Thursday, February 16, 2006

Let's Blurb

It sucks having to ask for quotes from other authors. I know, I hate it so much I won't do it. Writing them is almost as bad.

Like tonight, I wanted to say something nice about MacBride, just for fun (I doubt he seriously needs a quote from Yours Truly) but I'm struggling with the wording. Stuart writes crime fiction (or tartan noir, to be more exact) and that's not my genre.

They always have really tough little quotes on those noir books, too, have you ever noticed that? None of the usual prosy this magnificent storyteller's ultimate masterpiece or tremendous world-building on an epic, otherworldly scale stuff in pretty italics, oh, no. It's all that macho terse one-word stuff in bold font: Compelling and Mesmerizing and Haunting.

Anyway, here's what I came up with tonight:

Blanket blurb: "I'll buy any book Stuart MacBride writes." (true)

Author/genre blurb: "Stuart MacBride writes noir like an oil well on fire burns." (also true; the man can pace a story like he's training it to run the Kentucky Derby.)
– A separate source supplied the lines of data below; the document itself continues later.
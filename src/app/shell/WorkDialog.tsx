import { useEffect, useId, useState } from 'preact/hooks';
import { openFile } from '../storage/openFile.ts';
import { saveArchive } from '../storage/saveArchive.ts';
import { fileStem, saveJson } from '../storage/saveFile.ts';
import type { AsideRecord, WorkStorage } from '../storage/workStorage.ts';
import { useStorage, useStore } from '../store/context.ts';
import { differences } from '../store/differences.ts';
import type { CraftWork, GainsVersion } from '../store/document.ts';
import type { Store } from '../store/store.ts';
import { withUnit } from '../store/units.ts';
import { Button } from '../widgets/Button.tsx';
import { DataTable } from '../widgets/DataTable.tsx';
import { Dialog } from '../widgets/Dialog.tsx';
import { FileDrop } from '../widgets/FileDrop.tsx';

/** Crafts, gain sets with their history, files. */
export default function WorkDialog(props: { onClose: () => void }) {
  const words = useStore().texts.work;
  const storage = useStorage();
  return (
    <Dialog title={words.title} wide onClose={props.onClose}>
      <Crafts />
      <GainHistory />
      <Files />
      {storage === null ? null : <Aside storage={storage} />}
    </Dialog>
  );
}

function Crafts() {
  const store = useStore();
  const words = store.texts.work;
  const here = store.craft.value.id;
  return (
    <section class="panel">
      <h2>{words.crafts}</h2>
      <DataTable<CraftWork>
        label={words.crafts}
        rows={store.crafts.value}
        rowKey={(craft) => craft.id}
        chosen={here}
        columns={[
          { key: 'name', label: words.name, show: (craft) => <CraftName craft={craft} /> },
          {
            key: 'mass',
            label: words.mass,
            numeric: true,
            show: (craft) => withUnit(craft.build.airframe.mass_kg, 'kg', store.settings.value.units),
          },
          {
            key: 'gains',
            label: words.gainsColumn,
            show: (craft) =>
              [craft.gainsA, craft.gainsB]
                .flatMap((set) => (set === null ? [] : [set.working.name ?? store.texts.topLine.unnamed]))
                .join(' / '),
          },
          {
            key: 'do',
            label: '',
            show: (craft) => (
              <div class="row end">
                {craft.id === here ? (
                  <span class="faint">{words.onBench}</span>
                ) : (
                  <Button
                    name={`${words.open}: ${craft.build.name}`}
                    onClick={() => store.chooseCraft(craft.id)}
                  >
                    {words.open}
                  </Button>
                )}
                <Button
                  quiet
                  name={`${words.copy}: ${craft.build.name}`}
                  onClick={() => copyCraft(store, craft)}
                >
                  {words.copy}
                </Button>
                <Button
                  quiet
                  name={`${words.remove}: ${craft.build.name}`}
                  disabled={store.crafts.value.length < 2}
                  onClick={() => store.removeCraft(craft.id, store.texts.edits.removeCraft(craft.build.name))}
                >
                  {words.remove}
                </Button>
              </div>
            ),
          },
        ]}
      />
    </section>
  );
}

/** Both gain sets with their history go along; worksheets and results stay with the craft they are of. */
function copyCraft(store: Store, craft: CraftWork): void {
  const copy = { ...craft, id: crypto.randomUUID(), sheets: {} };
  store.addCrafts([copy], store.texts.edits.copyCraft(craft.build.name));
}

/** The name of the craft on the bench can be changed in place. */
function CraftName(props: { craft: CraftWork }) {
  const store = useStore();
  const { build, id } = props.craft;
  if (id !== store.craft.value.id) return <span>{build.name}</span>;
  return (
    <input
      class="text-input"
      type="text"
      aria-label={store.texts.work.rename}
      maxLength={120}
      value={build.name}
      onChange={(event) => {
        const name = event.currentTarget.value.trim();
        const problems = store.setBuild((old) => ({ ...old, name }), store.texts.edits.renameCraft);
        if (problems.length > 0) event.currentTarget.value = build.name;
      }}
    />
  );
}

function GainHistory() {
  const store = useStore();
  const words = store.texts.work;
  const noteId = useId();
  const [note, setNote] = useState('');
  const set = store.gainSet.value;
  const versions = [...set.history].reverse();
  return (
    <section class="panel">
      <h2>
        {words.gainSets(store.side.value)}: {set.working.name ?? store.texts.topLine.unnamed}
      </h2>
      <div class="row">
        <label for={noteId}>{words.note}</label>
        <input
          id={noteId}
          class="text-input grow"
          type="text"
          maxLength={500}
          placeholder={words.noteHint}
          value={note}
          onInput={(event) => setNote(event.currentTarget.value)}
        />
        <Button
          primary
          onClick={() => {
            store.saveGains(note.trim());
            setNote('');
          }}
        >
          {words.saveGains}
        </Button>
        {store.gainsB.value === null ? (
          <Button onClick={() => store.copyToB()}>{words.copyToB}</Button>
        ) : (
          <Button onClick={() => store.dropB()}>{words.dropB}</Button>
        )}
      </div>
      {versions.length === 0 ? null : (
        <DataTable<GainsVersion>
          label={words.saved}
          rows={versions}
          rowKey={(version) => version.savedAt}
          columns={[
            { key: 'when', label: words.when, show: (version) => new Date(version.savedAt).toLocaleString() },
            { key: 'note', label: words.note, show: (version) => version.note },
            { key: 'diff', label: words.differs, show: (version) => <Differences version={version} /> },
            {
              key: 'do',
              label: '',
              show: (version) => (
                <Button onClick={() => store.setGains(version.gains, store.texts.edits.recallGains)}>
                  {words.bringBack}
                </Button>
              ),
            },
          ]}
        />
      )}
    </section>
  );
}

const MOST_SHOWN = 6;

function Differences(props: { version: GainsVersion }) {
  const store = useStore();
  const words = store.texts.work;
  const found = differences(props.version.gains, store.gains.value);
  if (found.length === 0) return <span class="faint">{words.same}</span>;
  return (
    <ul class="bare small">
      {found.slice(0, MOST_SHOWN).map(({ path, before, after }) => (
        <li key={path}>
          {path.replace(/^axes\./, '')}{' '}
          <span class="faint">
            {before} → {after}
          </span>
        </li>
      ))}
      {found.length > MOST_SHOWN ? <li>{store.texts.notices.more(found.length - MOST_SHOWN)}</li> : null}
    </ul>
  );
}

function Files() {
  const store = useStore();
  const words = store.texts.work;
  const stem = fileStem(store.build.value.name);
  const openAll = async (files: readonly File[]): Promise<void> => {
    for (const file of files) await openFile(store, file);
  };
  return (
    <section class="panel">
      <h2>{words.files}</h2>
      <FileDrop
        label={words.fileHint}
        multiple
        accept=".json,.zip,.csv,.txt"
        onFiles={(files) => void openAll(files)}
      />
      <div class="row above">
        <Button
          onClick={() => {
            saveJson(`${stem}.build.json`, store.build.value);
            store.saveBuild();
          }}
        >
          {words.saveBuildFile}
        </Button>
        <Button onClick={() => saveJson(`${stem}.gains.json`, store.gains.value)}>
          {words.saveGainsFile}
        </Button>
        <Button onClick={() => saveJson(`${stem}.wind.json`, store.wind.value)}>{words.saveWindFile}</Button>
        <Button primary onClick={() => void saveArchive(store)}>
          {words.exportArchive}
        </Button>
      </div>
    </section>
  );
}

/** Records that could not be read; shown only when there are any. */
function Aside(props: { storage: WorkStorage }) {
  const words = useStore().texts.work;
  const [records, setRecords] = useState<readonly AsideRecord[]>([]);
  const read = () => void props.storage.listAside().then(setRecords, () => setRecords([]));
  useEffect(read, [props.storage]);
  if (records.length === 0) return null;
  return (
    <section class="panel">
      <h2>{words.aside}</h2>
      <p class="faint">{words.asideText}</p>
      <DataTable<AsideRecord>
        label={words.aside}
        rows={records}
        rowKey={(record) => String(record.id)}
        columns={[
          { key: 'name', label: words.name, show: (record) => record.name },
          { key: 'why', label: words.asideWhy, show: (record) => record.reason },
          {
            key: 'do',
            label: '',
            show: (record) => (
              <div class="row end">
                <Button onClick={() => saveJson(`${fileStem(record.name)}.aside.json`, record.content)}>
                  {words.asideSave}
                </Button>
                <Button quiet onClick={() => void props.storage.removeAside(record.id).then(read)}>
                  {words.asideRemove}
                </Button>
              </div>
            ),
          },
        ]}
      />
    </section>
  );
}
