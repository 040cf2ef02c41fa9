import { PLACE_LIST } from '../places/registry.ts';
import { useStore } from '../store/context.ts';
import { hashOf } from './route.ts';

/** The six words; a dot where something waits. */
export function Rail() {
  const store = useStore();
  const { texts } = store;
  const here = store.place.value;
  const waiting = store.waiting.value;
  return (
    <nav class="rail" aria-label={texts.rail}>
      <div class="rail-mark">
        <svg width="22" height="22" viewBox="0 0 22 22" role="img" aria-label={texts.title} fill="none">
          <path d="M5 5 17 17M17 5 5 17" stroke-width="1.5" />
          <circle cx="4.5" cy="4.5" r="3" stroke-width="1.2" />
          <circle cx="17.5" cy="4.5" r="3" stroke-width="1.2" />
          <circle cx="4.5" cy="17.5" r="3" stroke-width="1.2" />
          <circle cx="17.5" cy="17.5" r="3" stroke-width="1.2" />
        </svg>
      </div>
      <ol>
        {PLACE_LIST.map(({ name, key }) => {
          const what = waiting[name];
          return (
            <li key={name}>
              <a
                href={hashOf(name)}
                aria-current={name === here ? 'page' : undefined}
                aria-keyshortcuts={`Alt+${key}`}
                title={`${texts.aims[name]} (Alt+${key})${what === undefined ? '' : `\n${texts.waits(what)}`}`}
              >
                {texts.places[name]}
                {what === undefined ? null : <span class="dot" role="img" aria-label={texts.waits(what)} />}
              </a>
            </li>
          );
        })}
      </ol>
    </nav>
  );
}
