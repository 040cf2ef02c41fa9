/**
 * Keys that work everywhere. Places are on Alt + digit and the frame's own things on Alt + letter, because
 * plain letters, digits, arrows and Space belong to flying and to fields. Read by `code`, so that a keyboard
 * which writes other signs with Alt works too.
 */
export interface KeyActions {
  readonly place: (index: number) => void;
  readonly undo: () => void;
  readonly redo: () => void;
  readonly help: () => void;
  readonly work: () => void;
  readonly settings: () => void;
}

/** Handles one key press; returns whether it was the frame's. */
export function handleKey(event: KeyboardEvent, actions: KeyActions): boolean {
  const action = actionOf(event, actions);
  if (action === null) return false;
  event.preventDefault();
  action();
  return true;
}

function actionOf(event: KeyboardEvent, actions: KeyActions): (() => void) | null {
  const command = event.ctrlKey || event.metaKey;
  if (command && !event.altKey) {
    if (typesText(event.target)) return null;
    if (event.code === 'KeyZ') return event.shiftKey ? actions.redo : actions.undo;
    if (event.code === 'KeyY') return actions.redo;
    return null;
  }
  if (!event.altKey || command || event.shiftKey) return null;
  const digit = /^Digit([1-6])$/.exec(event.code);
  if (digit !== null) return () => actions.place(Number(digit[1]) - 1);
  if (event.code === 'KeyH') return actions.help;
  if (event.code === 'KeyW') return actions.work;
  if (event.code === 'KeyS') return actions.settings;
  return null;
}

/** A field in which the browser's own undo must stay. */
function typesText(target: EventTarget | null): boolean {
  if (target instanceof HTMLTextAreaElement) return true;
  return target instanceof HTMLInputElement && target.type !== 'range' && target.type !== 'checkbox';
}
Book blurb: "Cold Granite knocked me out." (literally speaking, false. I remained conscious the entire time I was reading it. Until 3 a.m., I might add, and had to get up three hours later.)

Okay, your turn to embarrass the man. If you've read Mr. MacBride's work and you enjoyed it, leave him a blurb in comments.


  1. PBW, I will never, ever do anything to get on your bad side if this is what you do to your friends.


    (and I've not yet read Cold Granite, so I can't take part in the fun)

  2. There's a genre called 'Tartan noir'?

    I think my Dad likes him...

  3. "The new king* of Scottish noir, MacBride has risen above being the servant of She Who Must to the role of He Who Must Be Read. Unputdownable." - James Winter, some guy you never heard of.

    *Well, technically, he's a duke as only the House of Windsor can have kings in Britain right now. And frankly, the President or Chancellor of noir just sounds wimpy.

  4. Asking for blurbs (and agent referrals) is a lot like asking your neighbor or your best friend if they could double check the work of your proctologist or OB/GYN. You have good reasons to do it, but you both feel sleazy afterward.

  5. Anonymous8:21 AM

    "MacBride's brilliance smacks you so hard, it leaves beard hairs in your teeth."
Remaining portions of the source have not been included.